• _Prompt_: Gather all lines in the records below that include the word "name".
══════
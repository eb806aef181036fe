// "Which was the coldest month on record in New York?": the low end asked leads the answer, not
// the peak. On vega-datasets' weather.csv (daily readings for Seattle and New York, 2012-2015),
// with the coldest month found by the test's own SQL over the file.
import { mkdtempSync, writeFileSync } from 'node:fs';
import { tmpdir } from 'node:os';
import { join } from 'node:path';
import { DuckDBInstance } from '@duckdb/node-api';
import { expect, it } from 'vitest';
import { ask } from '../../cli/ask.js';
import { WEATHER_CSV, writeWeatherConfig } from '../helpers/open-data.js';

it('"the coldest month on record" leads with the lowest month, then gives the highest', async () => {
  const dir = mkdtempSync(join(tmpdir(), 'tc-low-end-'));
  const config = writeWeatherConfig(dir, [
    '{ name: temp_max, label: Daily high temperature, average: temp_max, unit: number, unit_label: °C, kind: level }',
    '{ name: temp_min, label: Daily low temperature, average: temp_min, unit: number, unit_label: °C, kind: level }',
  ], [
    '{ name: location, label: City, column: location, also_called: [city] }',
  ]);
  writeFileSync(join(dir, 'answers.yaml'), 'plan: go\n');
  const r = await ask({ configFile: config, request: 'Which was the coldest month on record in New York?', answersFile: join(dir, 'answers.yaml'), outDir: join(dir, 'out'), now: new Date('2026-12-05T09:00:00Z') });
  expect(r.end).toBe('done');
  const db = await DuckDBInstance.create(':memory:');
  const c = await db.connect();
  const [low] = (await c.runAndReadAll(`SELECT strftime(date_trunc('month', date), '%B %Y') AS m, round(avg(temp_min), 2) AS v FROM read_csv_auto('${WEATHER_CSV}') WHERE location = 'New York' GROUP BY 1 ORDER BY avg(temp_min) LIMIT 1`)).getRowObjectsJson() as { m: string; v: number }[];
  c.closeSync();
  db.closeSync();
  // (Values and units are joined by a no-break space.)
  const first = r.thread.thread.posts.find((p) => /^\*1\. /.test(p.text))!.text.replace(/[\u00a0\u202f]/g, ' ');
  const v = Number(low!.v);
  expect(first).toMatch(new RegExp(`^\\*1\\. Daily low temperature was lowest in ${low!.m}, at ${v < 0 ? '−' : ''}${Math.abs(v).toFixed(2)} °C`));
  expect(first).toContain('its highest month was');
  expect(first).not.toMatch(/^\*1\. [^\n]*peaked/);
}, 300_000);
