// Term matching keeps its prepared catalog between calls and skips windows that cannot match; it
// must find exactly what the plain definition finds: for each pass (exact, then within the allowed
// Levenshtein distance), each phrase longest first, every untaken window, left to right.
import fc from 'fast-check';
import { distance } from 'fastest-levenshtein';
import { describe, expect, it } from 'vitest';
import { catalogTerms } from '../../bot/intake.js';
import { type CatalogTerm, findTerms, normaliseWords, type TermHit } from '../../bot/term-match.js';
import { exampleDataset } from '../helpers/example-config.js';

/** The plain definition, written out as directly as it reads. */
function plainFindTerms(text: string, terms: readonly CatalogTerm[]): TermHit[] {
  const words = normaliseWords(text);
  const allowed = (n: number) => (n >= 9 ? 2 : n >= 5 ? 1 : 0);
  const prepared = terms
    .map((t) => ({ term: t, words: normaliseWords(t.phrase) }))
    .filter((t) => t.words.length > 0)
    .sort((a, b) => b.words.join(' ').length - a.words.join(' ').length);
  const taken = new Array<boolean>(words.length).fill(false);
  const hits: TermHit[] = [];
  for (const exact of [true, false]) {
    for (const { term, words: pw } of prepared) {
      const target = pw.join(' ');
      for (let i = 0; i + pw.length <= words.length; i++) {
        if (taken.slice(i, i + pw.length).some(Boolean)) continue;
        const window = words.slice(i, i + pw.length).join(' ');
        const ok = exact ? window === target || window === `${target}s` : distance(window, target) <= allowed(target.length);
        if (!ok) continue;
        for (let k = i; k < i + pw.length; k++) taken[k] = true;
        hits.push({ term, start: i, end: i + pw.length, exact });
      }
    }
  }
  return hits.sort((a, b) => a.start - b.start);
}

const terms = catalogTerms(exampleDataset);
const catalogWords = [...new Set(terms.flatMap((t) => normaliseWords(t.phrase)))];
const fillers = ['the', 'and', 'how', 'did', 'by', 'per', 'this', 'summer', 'month', 'beat', 'last', 'year', 'which', 'more', 'often'];

/** A word from the catalog, perhaps with one letter dropped, doubled or changed, or a filler word. */
const word = fc.oneof(
  fc.constantFrom(...fillers),
  fc.constantFrom(...catalogWords),
  fc.tuple(fc.constantFrom(...catalogWords), fc.nat(), fc.constantFrom('drop', 'double', 'change')).map(([w, at, how]) => {
    const i = at % w.length;
    return how === 'drop' ? w.slice(0, i) + w.slice(i + 1) : how === 'double' ? w.slice(0, i) + w[i] + w.slice(i) : `${w.slice(0, i)}x${w.slice(i + 1)}`;
  }),
);

describe('term matching', () => {
  it('finds what the plain definition finds, on requests made of catalog words with typos (fast-check, 2,000 cases)', () => {
    fc.assert(
      fc.property(fc.array(word, { maxLength: 30 }), fc.constantFrom(' ', ', ', ' - ', '? '), (ws, sep) => {
        const text = ws.join(sep);
        expect(findTerms(text, terms)).toEqual(plainFindTerms(text, terms));
      }),
      { numRuns: 2000 },
    );
  });

  it('gives the same answer when the same list is matched again (its prepared form is kept)', () => {
    const text = 'how did revnue and pasengers do by route this summer';
    const first = findTerms(text, terms);
    expect(first.map((h) => h.term.name)).toEqual(expect.arrayContaining(['revenue', 'passengers']));
    expect(findTerms(text, terms)).toEqual(first);
    // A different list with the same phrases is prepared on its own and agrees.
    expect(findTerms(text, [...terms])).toEqual(first);
  });

  it('keeps one catalog list per dataset and does not let it be changed', () => {
    expect(catalogTerms(exampleDataset)).toBe(terms);
    expect(Object.isFrozen(terms)).toBe(true);
  });
});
══════
• _Answer box_:
    '{ name: temp_max, label: Daily high temperature, average: temp_max, unit: number, unit_label: °C, kind: level }',
    '{ name: temp_min, label: Daily low temperature, average: temp_min, unit: number, unit_label: °C, kind: level }',
    '{ name: location, label: City, column: location, also_called: [city] }',
    expect(first.map((h) => h.term.name)).toEqual(expect.arrayContaining(['revenue', 'passengers']));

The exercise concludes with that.